Ivana Isailović is Assistant Professor of EU law and member of ACELG. She is the academic coordinator of the Sustainable Global Economic Law (SGEL) interdisciplinary research project. Her research sits at the intersection of law, gender studies, critical theory and political economy. Her current research examines the interplay between law, political economy and gender in global contexts.
Her work has been published in the American Journal of Comparative Law, Yale Journal of International Law, Columbia Journal of European Law and McGill Law Journal among others. She is a member of the editorial board of the Transnational Legal Theory journal.
Prior to joining UvA, she was co-leading the project on Gender & Private International Law at the Max Planck Institute for Comparative and International Private Law in Hamburg (2019-2020), she was a visiting scholar in the Women's, Gender and Sexuality Studies program (WGSS) at Northeastern University (2019-20) a lecturer at MIT where she taught seminars on gender and, identity and multiculturalism in France (Spring 2020) and a visiting scholar at the Northeastern School of Law (2018-2020). She was also a visiting scholar at the Center for European Studies at Harvard University (2017-18) a lecturer at Northeastern Law School where she taught a seminar on comparative family law (2018) and a lecturer in the WGSS program (Gender, Social Justice and Transnational Activism seminar, 2018). She also held appointments at NYU School of Law (Emile Noël Fellow, 2016-17) at McGill Faculty of Law (Boulton Fellow, 2015-16) where she taught the seminar 'Social Diversity and Law' and at the Free University of Brussels where she helped create the Equality Law Clinic.
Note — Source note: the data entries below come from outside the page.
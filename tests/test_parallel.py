"""Worker processes (:mod:`skyplan.parallel`): a run that uses them writes byte for byte what
one process writes, reports the same notices in the same order, and turns a worker's error
or death into the usual one line and exit status.

The size thresholds are lowered so that a 3,000-target catalogue is cut into several blocks
and computed by two workers; the reference is the same run with ``SKYPLAN_WORKERS=1`` and,
independently, the whole result encoded at once in this process.
"""

from __future__ import annotations

import datetime as dt
import errno
import os
import pickle
from pathlib import Path

import numpy as np
import pytest

from skyplan import parallel
from skyplan.cli.app import main
from skyplan.engine import night, timescales, windows
from skyplan.errors import (
    EXIT_BAD_INPUT,
    EXIT_FAILURE,
    InputError,
    InputErrors,
    OutputError,
)
from skyplan.inputs import limits, scenario, sites, targets
from skyplan.render import output, windowview

N_RANDOM = 3000


def run(capsys, *argv: str) -> tuple[int, str, str]:
    try:
        main(list(argv))
        code = 0
    except SystemExit as exc:
        code = int(exc.code or 0)
    out, err = capsys.readouterr()
    return code, out, err


@pytest.fixture
def catalogue(tmp_path: Path) -> Path:
    """Random stars, plus rows that take other paths: a body, names looked up offline (with
    identifiers), a name with a comma and quotes, a duplicate name (a notice)."""
    rng = np.random.default_rng(7)
    ra = rng.uniform(0, 360, N_RANDOM)
    dec = np.degrees(np.arcsin(rng.uniform(-1, 1, N_RANDOM)))
    lines = ["name,ra,dec"] + [f"S{i:05d},{ra[i]:.5f},{dec[i]:.5f}" for i in range(N_RANDOM)]
    lines[1500:1500] = ["Jupiter,,", "M 42,,", "Vega,,", '"Comma, ""Q"" Star",81.5,-5.2',
                        "S00007,10.0,10.0"]
    path = tmp_path / "targets.csv"
    path.write_text("\n".join(lines) + "\n")
    return path


@pytest.fixture
def small_thresholds(monkeypatch: pytest.MonkeyPatch) -> list[int]:
    """Workers for any catalogue, blocks of at most 700 targets; records every pool and
    every process forked for a single call."""
    monkeypatch.setattr(parallel, "WORTHWHILE_BYTES", 1)
    monkeypatch.setattr(parallel, "PARALLEL_FROM", 1)
    monkeypatch.setattr(parallel, "MIN_BLOCK", 1)
    monkeypatch.setattr(parallel, "MAX_BLOCK", 700)
    pools: list[int] = []
    start, fork = parallel._start, parallel._fork

    def recorded(count: int):
        pools.append(count)
        return start(count)

    def forked(call, args):
        pools.append(1)  # one process, forked for one call
        return fork(call, args)

    monkeypatch.setattr(parallel, "_start", recorded)
    monkeypatch.setattr(parallel, "_fork", forked)
    return pools


def windows_args(path: Path, out: Path, fmt: str) -> list[str]:
    return ["windows", str(path), "--demo", "--date", "2026-12-18", "--moon-gap", "25",
            "--max-airmass", "2.5", "-f", fmt, "--out", str(out)]


@pytest.mark.parametrize("fmt", ["json", "ndjson", "csv"])
def test_workers_write_the_same_bytes_as_one_process(
        tmp_path: Path, capsys, monkeypatch: pytest.MonkeyPatch, catalogue: Path,
        small_thresholds: list[int], fmt: str) -> None:
    monkeypatch.setenv("SKYPLAN_WORKERS", "2")
    with_workers = tmp_path / f"a.{fmt}"
    code, _, err_a = run(capsys, *windows_args(catalogue, with_workers, fmt))
    assert code == 0, err_a
    assert small_thresholds == [1, 2]  # the night in one worker, the blocks in two
    monkeypatch.setenv("SKYPLAN_WORKERS", "1")
    alone = tmp_path / f"b.{fmt}"
    code, _, err_b = run(capsys, *windows_args(catalogue, alone, fmt))
    assert code == 0
    assert small_thresholds == [1, 2]  # no pool this time
    assert with_workers.read_bytes() == alone.read_bytes()
    assert err_a == err_b and "duplicate target names kept: S00007" in err_a

    # independently: the whole catalogue computed and encoded at once, here
    site = sites.find_site("Hollowmere", scenario.demo_path("sites.toml"))
    lim = limits.build_limits(site.limits, moon_gap=25, max_airmass=2.5)
    tset, _ = targets.target_set(targets.load_catalog(catalogue))
    res = windows.compute_windows(tset, site, night.compute_night(site, dt.date(2026, 12, 18)),
                                  lim)
    whole = (windowview.csv_chunks(res) if fmt == "csv"
             else windowview.json_chunks(res, ndjson=fmt == "ndjson"))
    assert b"".join(whole) == with_workers.read_bytes()
    assert len(res.names) == N_RANDOM + 5


def test_an_error_in_a_worker_is_one_line_and_status_2(
        tmp_path: Path, capsys, monkeypatch: pytest.MonkeyPatch, catalogue: Path,
        small_thresholds: list[int]) -> None:
    monkeypatch.setenv("SKYPLAN_WORKERS", "2")
    out = tmp_path / "w.json"
    out.write_text("old\n")

    def refuse(*args, **kwargs):
        raise InputError("refused in a worker", file="x.csv", line=3, field="ra")

    monkeypatch.setattr(windows, "compute_windows", refuse)
    code, stdout, err = run(capsys, *windows_args(catalogue, out, "json"))
    assert code == EXIT_BAD_INPUT and stdout == ""
    errors = [line for line in err.splitlines() if not line.startswith("skyplan: note:")]
    assert errors == ["skyplan: x.csv:3, field 'ra': refused in a worker"]
    assert small_thresholds[-1] == 2 and out.read_text() == "old\n"  # nothing replaced


def test_a_worker_that_dies_is_reported(tmp_path: Path, capsys,
                                        monkeypatch: pytest.MonkeyPatch, catalogue: Path,
                                        small_thresholds: list[int]) -> None:
    monkeypatch.setenv("SKYPLAN_WORKERS", "2")  # workers even on a one-core machine
    out = tmp_path / "w.ndjson"

    def die(*args, **kwargs):
        os._exit(9)  # as the kernel's out-of-memory killer would leave it

    monkeypatch.setattr(windows, "compute_windows", die)
    code, _, err = run(capsys, *windows_args(catalogue, out, "ndjson"))
    assert code == EXIT_FAILURE
    errors = [line for line in err.splitlines() if not line.startswith("skyplan: note:")]
    assert len(errors) == 1 and "worker process died" in errors[0]
    assert not out.exists() and not list(tmp_path.glob(".w.ndjson.*"))


@pytest.mark.parametrize("value", ["0", "two", "-1", "1000"])
def test_a_bad_worker_count_is_named(tmp_path: Path, capsys, monkeypatch: pytest.MonkeyPatch,
                                     catalogue: Path, value: str) -> None:
    monkeypatch.setenv("SKYPLAN_WORKERS", value)
    code, _, err = run(capsys, *windows_args(catalogue, tmp_path / "w.json", "json"))
    assert code == EXIT_BAD_INPUT
    assert "SKYPLAN_WORKERS" in err and len(err.strip().splitlines()) == 1


def test_blocks_cover_every_target_once() -> None:
    for n in (0, 1, 4_999, 5_000, 20_001, 100_000, 1_000_003):
        for workers in (1, 2, 8):
            bounds = parallel.block_bounds(n, workers)
            sizes = [b - a for a, b in bounds]
            assert sum(sizes) == n
            assert all(b == c for (_, b), (c, _) in zip(bounds, bounds[1:]))
            if n:
                assert bounds[0][0] == 0 and max(sizes) - min(sizes) <= 1
                assert max(sizes) <= parallel.MAX_BLOCK
                assert len(bounds) == 1 or min(sizes) >= parallel.MIN_BLOCK - 1


def test_errors_survive_the_trip_from_a_worker() -> None:
    one = InputError("bad value", file="t.csv", line=4, field="dec")
    many = InputErrors([one, InputError("empty name", line=9)])
    for exc in (one, many, OutputError("disk full")):
        back = pickle.loads(pickle.dumps(exc))
        assert type(back) is type(exc) and back.one_line() == exc.one_line()
        assert back.exit_status == exc.exit_status
    assert pickle.loads(pickle.dumps(many)).problems[0].line == 4


def test_iers_table_read_in_one_step_matches_the_line_reader() -> None:
    """The bundled finals2000A.all (IERS ReadMe.finals2000A layout), both readers."""
    from skyplan.engine import ephemeris

    raw = ephemeris.iers_finals_path().read_bytes()
    fast = timescales._columns_fixed(raw)
    assert fast is not None  # the shipped table is regular: the fast reader is used
    slow = timescales._columns_by_line(raw)
    for name in slow[0]:
        np.testing.assert_array_equal(fast[0][name], slow[0][name])
        assert fast[0][name].dtype == slow[0][name].dtype
    np.testing.assert_array_equal(fast[1], slow[1])
    np.testing.assert_array_equal(fast[2], slow[2])
    # one changed byte anywhere in a record's layout sends the table to the line reader
    damaged = bytearray(raw)
    damaged[188 * 100 + 57] = ord("X")  # the I/P flag of line 101
    assert timescales._columns_fixed(bytes(damaged)) is None
    with pytest.raises(ValueError, match="line 101"):
        timescales._parse_finals(bytes(damaged), "t")


def test_a_background_flush_error_is_reported(tmp_path: Path,
                                              monkeypatch: pytest.MonkeyPatch) -> None:
    target = tmp_path / "big.json"
    target.write_text("old\n")
    monkeypatch.setattr(output, "FLUSH_AHEAD_BYTES", 1000)

    def failing(fd: int) -> None:
        raise OSError(errno.EIO, "Input/output error")

    monkeypatch.setattr(os, "fdatasync", failing)
    with pytest.raises(OutputError, match="input/output error"):
        output.write_atomic(target, (b"x" * 4000 for _ in range(5)))
    assert target.read_text() == "old\n" and not list(tmp_path.glob(".big.json.*"))


def test_a_long_result_is_flushed_ahead_and_written_whole(
        tmp_path: Path, monkeypatch: pytest.MonkeyPatch) -> None:
    calls: list[int] = []
    real = os.fdatasync
    monkeypatch.setattr(output, "FLUSH_AHEAD_BYTES", 1000)
    monkeypatch.setattr(os, "fdatasync", lambda fd: (calls.append(fd), real(fd)))
    pieces = [bytes([65 + k]) * 3000 for k in range(6)]
    output.write_atomic(tmp_path / "big.txt", iter(pieces))
    assert (tmp_path / "big.txt").read_bytes() == b"".join(pieces)
    assert calls  # some of it was flushed before the end


def _letters(k: int, size: int) -> bytes:
    return bytes([65 + k % 26]) * size


def test_bytes_results_come_back_through_shared_memory_in_order() -> None:
    """Two workers, at most four results under way in four parts of shared memory: each part
    is used again only after its result was handed on; a result too large for its part comes
    back through the pipe instead, unchanged."""
    jobs = [(k, 1000 + 7 * k) for k in range(12)] + [(12, 5000)]  # the last is too large
    with parallel.Workers(2, result_bytes=4096) as pool:
        got = []
        for piece in pool.stream(_letters, jobs):
            got.append(bytes(piece))  # a copy: the view is only valid until the next
        last_through_pipe = isinstance(piece, bytes)
    assert got == [_letters(k, size) for k, size in jobs]
    assert last_through_pipe  # it did not fit its part of the shared memory


def test_a_view_kept_past_its_turn_is_released() -> None:
    with parallel.Workers(2, result_bytes=4096) as pool:
        pieces = list(pool.stream(_letters, [(0, 10), (1, 10)]))
    with pytest.raises(ValueError):
        bytes(pieces[0])  # not silently overwritten data: an error


def _refuse_the_date() -> None:
    raise InputError("no such night", field="--date")


def _die_at_once() -> None:
    os._exit(3)


def _unsendable():
    return lambda: None  # a function made here cannot be pickled


def test_a_single_call_runs_in_a_process_forked_for_it() -> None:
    import time

    with parallel.Workers(1) as pool:
        assert pool.run(pow, 2, 10).result() == 1024
        with pytest.raises(InputError, match="no such night"):
            pool.run(_refuse_the_date).result()
        with pytest.raises(parallel.WorkerLost):
            pool.run(_die_at_once).result()
        with pytest.raises(RuntimeError, match="unsendable"):
            pool.run(_unsendable).result()
        started = time.perf_counter()
        pool.run(time.sleep, 60)  # never waited for: stopped when the pool closes
    assert time.perf_counter() - started < 10


def _large_result() -> bytes:
    return b"x" * (8 << 20)  # far more than a pipe holds: the child waits to write it


def test_a_child_killed_while_it_sends_is_lost_not_misread() -> None:
    import signal
    import time

    with parallel.Workers(1) as pool:
        outcome = pool.run(_large_result)
        time.sleep(0.3)
        os.kill(outcome._future.pid, signal.SIGKILL)  # the forked process (internal)
        with pytest.raises(parallel.WorkerLost):
            outcome.result()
Ivana presented her research at various institutions in North America and in Europe, including Columbia Law School, Harvard Law School, Northeastern Law School, University of Arizona James E. Rogers College of Law, McGill Law School, University of Torino Faculty of Law, Bocconi Law School, SOAS University and the École des Hautes Études en Sciences Sociales (EHESS) in Paris.
She holds a PhD in law from Sciences Po Paris (2014), a Master's degree in International Public Law from Sorbonne University (2007-08) and a degree in Global Business Law and Governance (2008-09) - a joint program between Columbia Law School, Sorbonne University, and Sciences Po Paris.